Water/Rock Reactions In Oman Hyperalkaline Aquifers And Implications For Microbial Habitability
Miller, Hannah M 1 ; Matter, Juerg 2 ; Kelemen, Peter 3 ; Ellison, Eric 4 ;Templeton, Alexis 5
1 University of Colorado Boulder
2 University of Southampton, UK
3 Lamont-Doherty Earth Observatory of Columbia University
4 University of Colorado at Boulder
5 University of Colorado Boulder
Hyperalkaline fluids (pH >10), rich in Ca2+, H2 and CH4, accessed from subsurface wells situated in the Samail ophiolite in Oman were studied to investigate their geochemistry, gas concentrations, and isotopic signatures. This data was integrated with analyses of recovered well chips to elucidate alteration processes affecting ultramafic rocks in the subsurface of Oman as they undergo modern water/rock reactions. All previous work on Oman serpentinizing fluids has focused on surface seeps, which quickly lose their reducing character and precipitate carbonates when they contact the atmosphere. Analyzing the geochemistry from the subsurface itself, and the rocks reacting with those fluids, provides much greater insight into the operative reactions in serpentinizing aquifers.

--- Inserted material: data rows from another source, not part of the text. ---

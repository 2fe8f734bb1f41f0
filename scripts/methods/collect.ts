import { FAMILIES, type Step } from '@wedgeline/engine'
import { JOB_HARDWARE, JOB_JACK } from '../../features/methods/method-words'
import { generalForm, methodId, type MethodFamily } from '../../features/methods/method'

/** One line of a calculation, as the engine made it somewhere. */
export interface SeenStep {
  readonly family: MethodFamily
  /** Null for the schedule, which hangs on no basis. */
  readonly basis: string | null
  readonly step: Step
}

type MutableClause = { source: string; section: string; tag: Step['clause']['tag']; bases: string[] }

/** A formula, with everything that differs between the places where it was seen. */
export interface Formula {
  readonly id: string
  readonly symbol: string
  readonly formula: string
  readonly unit: string
  readonly meanings: readonly string[]
  readonly families: readonly MethodFamily[]
  readonly clauses: readonly MutableClause[]
  /** The texts in the source that it was seen with, before they were made general. */
  readonly texts: readonly string[]
}

const ORDER: readonly MethodFamily[] = [...FAMILIES, 'schedule']

/** The formulas among the steps, each once, in the order of the families and then as they were first seen. */
export function formulasOf(seen: Iterable<SeenStep>): readonly Formula[] {
  const found = new Map<string, ReturnType<typeof started>>()
  for (const one of seen) {
    const id = methodId(one.step)
    const formula = found.get(id) ?? started(id, one.step)
    found.set(id, formula)
    formula.meanings.add(one.step.meaning)
    formula.families.add(one.family)
    formula.texts.add(one.step.formula)
    addClause(formula.clauses, one)
  }
  const formulas = [...found.values()].map((one) => ({
    ...one,
    meanings: [...one.meanings],
    families: ORDER.filter((family) => one.families.has(family)),
    texts: [...one.texts],
  }))
  const place = ({ families }: Formula) => Math.min(...families.map((family) => ORDER.indexOf(family)))
  return formulas.sort((a, b) => place(a) - place(b))
}

const started = (id: string, step: Step) => ({
  id,
  ...generalForm(step),
  unit: step.unit,
  meanings: new Set<string>(),
  families: new Set<MethodFamily>(),
  clauses: [] as MutableClause[],
  texts: new Set<string>(),
})

function addClause(clauses: MutableClause[], { basis, step: { clause } }: SeenStep): void {
  const source = generalSource(clause.source)
  const same = clauses.find((one) => one.source === source && one.section === clause.section)
  const entry = same ?? { ...clause, source, bases: [] }
  if (!same) clauses.push(entry)
  if (basis !== null && !entry.bases.includes(basis)) entry.bases.push(basis)
}

/** Hardware and jacks are a job's own: the list of methods says so in place of their names. */
function generalSource(source: string): string {
  if (source.startsWith('Jack ')) return JOB_JACK
  const isHardware = source.startsWith('Hardware ') || source.startsWith('INVENTED-')
  return isHardware ? JOB_HARDWARE : source
}
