# --- single files ---------------------------------------------------------------------------


def test_a_file_is_replaced_whole(tmp_path: Path) -> None:
    path = tmp_path / "sub" / "schema.json"
    write_text_atomically(path, "α\r\nβ\n")
    assert path.read_bytes() == "α\r\nβ\n".encode()
    aside_of(path).mkdir()
    (aside_of(path) / "new").write_text("left by a process that was killed, and longer")
    write_text_atomically(path, "γ")
    assert path.read_text(encoding="utf-8") == "γ"
    assert names(path.parent) == ["schema.json"]


def test_a_file_is_not_written_over_a_folder(tmp_path: Path) -> None:
    with pytest.raises(InputError) as caught:
        write_text_atomically(tmp_path, "x")
    assert str(caught.value) == f"--out: found the folder {tmp_path}; expected the name of a file"
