"""The CSV files of a fit: parameters, every reading with its residual, and k against T."""

from __future__ import annotations

import math

import numpy as np

from meanfree.measured.analyses import Findings
from meanfree.measured.misfit import curve
from meanfree.report.measured.summarising import counts_of
from meanfree.report.tables import Cell, to_csv


def tables(found: Findings) -> dict[str, str]:
    """File name to text."""
    texts = {}
    if found.fit is not None:
        texts["parameters.csv"] = _parameters(found)
        texts["residuals.csv"] = _residuals(found)
    if found.series:
        texts["temperature_series.csv"] = _series(found)
    return texts


def _parameters(found: Findings) -> str:
    assert found.fit is not None
    header = ("address", "value", "unit", "counts", "stderr", "low_95", "high_95", "start")
    rows = []
    for one in found.fit.estimates:
        parameter = one.parameter
        row: list[Cell] = [parameter.address, one.value, parameter.unit]
        row += [counts_of(found.fit, one), _number(one.stderr), _number(one.low)]
        rows.append([*row, _number(one.high), parameter.start])
    return to_csv(header, rows)


def _residuals(found: Findings) -> str:
    """Readings and curves in SI; the axis is time [s], or temperature [K] of rate constants."""
    fit = found.fit
    assert fit is not None
    header = ("run", "line", "time_s", "T_K", "reading_SI", "fitted_SI", "sd_SI", "residual_in_sd")
    rows: list[list[Cell]] = []
    for place, run in enumerate(fit.request.runs):
        readings = run.readings
        shown = curve(run, place, fit.parameters, fit.values)
        sd = fit.misfit.deviation(place)
        rates = readings.signal.is_rate_constant
        sd = sd * readings.values if rates else sd
        columns = np.stack([readings.times, readings.values, shown, sd, fit.residuals_of(place)])
        for line, (axis, value, fitted, error, r) in zip(readings.lines, columns.T, strict=True):
            at: list[Cell] = [None, float(axis)] if rates else [float(axis), None]
            numbers: list[Cell] = [float(value), float(fitted), float(error), float(r)]
            rows.append([run.name, line, *at, *numbers])
    return to_csv(header, rows)


def _series(found: Findings) -> str:
    header = ("step", "run", "T_K", "k_per_event_SI", "stderr_ln_k", "line_SI", "low_95", "high_95")
    rows: list[list[Cell]] = []
    for one in found.series:
        T = np.array([point.temperature for point in one.points])
        low, high = one.band(T)
        for point, line, bottom, top in zip(one.points, one.k(T), low, high, strict=True):
            row: list[Cell] = [one.step, point.run, point.temperature, point.k]
            rows.append([*row, _number(point.error), float(line), float(bottom), float(top)])
    return to_csv(header, rows)


def _number(value: float) -> float | None:
    return value if math.isfinite(value) else None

Wells at 33C contain around 30mM of Cl-, 3mM Ca2+, negligible Mg+ (<0.007mM) and no detectable dissolved organic carbon. The subsurface fluids contain 0.17-0.67mM H2 of -680 to -685.7 per mil δD H2 predicted to have formed at ~50C. CH4 is also found in the fluids (0.04-1.44 mM) with heavy δ13C CH4 per mil values (2.4-3) and δD CH4 from -205 to -232 per mil. The CH4 falls into the traditionally interpreted abiotic range based off isotopic signatures and has the most isotopically heavy carbon reported in the literature thus far. These gas-rich fluids have evolved through low temperature oxidation and hydration of reduced Fe-species present in the peridotite. Two distinct generations of serpentine are present as visualized by micro-Raman microscopy. Magnetite veins are closely associated with the generation two serpentine, and 2-10um amorphous black specks of magnetite overprint all minerals in the well chips. The extensive magnetite formation and Fe(III)-rich serpentine both may contribute to H2generation at low temperatures.
Understanding the aqueous geochemistry and mineralogy in the subsurface has provided insight into the geochemistry that can be support microbial life in the subsurface as H2 and CH4 are powerful electron donors that can be paired with nitrate-,sulfate-,and iron-reduction as well as methanogenesis and anaerobic methane oxidation. Preliminary 16S rRNA sequencing of fluids from well water reveals a mixture of anaerobic and aerobic organisms with a variety of metabolisms linked to the geochemical environment.